Approximately 50-75% of patients with generalized tetanus present with trismus ("lockjaw"), which is the inability to open the mouth secondary to masseter muscle spasm. Nuchal rigidity and dysphagia are also early complaints that cause risus sardonicus, the scornful smile of tetanus, resulting from facial muscle involvement.[3] As the disease progresses, patients have generalized muscle rigidity with intermittent reflex spasms in response to stimuli (e.g. noise, touch). Tonic contractions cause opisthotonus (ie, flexion and adduction of the arms, clenching of the fists, extension of the lower extremities). During these episodes, patients have intact sensorium and feel severe pain. The spasms can cause fractures, tendon ruptures, and acute respiratory failure.
Pathophysiology
Tetanus results from infection with C tetani, a mobile, spore-forming, anaerobic, gram-positive bacillus. This bacillus is found in or on soil, manure, dust, clothing, skin, and 10-25% of human GI tracts. The spores need tissue with the proper anaerobic conditions to germinate; the ideal media are wounds with tissue necrosis.[4]

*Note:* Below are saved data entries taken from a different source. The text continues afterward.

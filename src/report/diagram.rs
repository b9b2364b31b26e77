//! The network as a picture: Graphviz DOT text and a self-contained SVG.

use crate::network::Network;

/// Graphviz DOT text of the network.
pub fn dot(net: &Network) -> String {
    format!("digraph \"{}\" {{}}\n", net.about.name)
}

/// A self-contained SVG drawing of the network.
pub fn svg(net: &Network) -> String {
    format!("<svg xmlns=\"http://www.w3.org/2000/svg\"><title>{}</title></svg>\n", net.about.name)
}
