//! `photoledger check FILE`: validate and summarise.

use super::{NetworkArgs, load, print_warnings};

pub fn run(args: &NetworkArgs, quiet: bool) -> photoledger::Result<()> {
    let net = load(args)?;
    if !quiet {
        print!("{}", photoledger::report::summary::network_summary(&net));
        println!();
    }
    print_warnings(&net);
    let w = net.warnings.len();
    println!(
        "valid: {}{}",
        args.file.display(),
        if w > 0 {
            format!(" ({w} warning{})", if w == 1 { "" } else { "s" })
        } else {
            String::new()
        }
    );
    Ok(())
}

Under anaerobic conditions, the spores of C tetani germinate and produce 2 toxins: tetanolysin (a hemolysin with no recognized pathologic activity) and tetanospasmin, which is responsible for the clinical manifestations of tetanus[20] . Tetanospasmin is synthesized as a 150-kDa protein that consists of a 100 kDa heavy chain and a 50 kDa light chain joined by a disulfide bond[29] . The heavy chain mediates binding of tetanospasmin to the presynaptic motor neuron and also creates a pore for the entry of the light chain into the cytosol. The light chain is a zinc-dependent protease that cleaves synaptobrevin.[5]
After the light chain enters the motor neuron, it travels by retrograde axonal transport from the contaminated site to the spinal cord in 2-14 days. When the toxin reaches the spinal cord, it enters central inhibitory neurons. The light chain cleaves the protein synaptobrevin, which is integral to the binding of neurotransmitter containing vesicles to the cell membrane. GABA-containing and glycine-containing vesicles are therefore not released and there is a loss of inhibitory action on motor and autonomic neurons.[5] With the loss of central inhibition, uncontrolled muscle contractions (spasms) occur in response to normal stimuli such as noises or lights and autonomic hyperactivity.
Epidemiology
Frequency
United States
Incidence has declined with the advent of active immunization. Reports indicate that 560 cases occurred in 1947; 101 cases occurred in 1974; 60-80 cases occurred each year during the 1980s; 47 cases occurred in California in 1997; and during 1998-2000, an average of 43 cases of tetanus occurred annually.[6] Almost all cases occur in persons who are partially immunized or nonimmunized. The incidence of patients who contract tetanus despite full immunization is extremely rare (ie, ~4 per 100 million persons who are immunocompetent and vaccinated).
International
Reports show up to 1 million cases annually, mostly in underdeveloped countries. Neonatal tetanus accounts for 50% of the tetanus-related deaths in developing countries.
Mortality/Morbidity
Tetanus results in approximately 5 deaths per year in the United States.
Mortality in the United States resulting from generalized tetanus is 30% overall, 52% in patients older than 60 years, and 13% in patients younger than 60 years.
Residual neurologic sequelae are uncommon. Mortality usually results from autonomic dysfunction (eg, extremes in blood pressure, dysrhythmias, or cardiac arrest).
Race
Tetanus affects all races.
Sex
Tetanus affects both sexes.
Age
In the United States, 59% of cases and 75% of deaths occur in persons aged 60 years or older.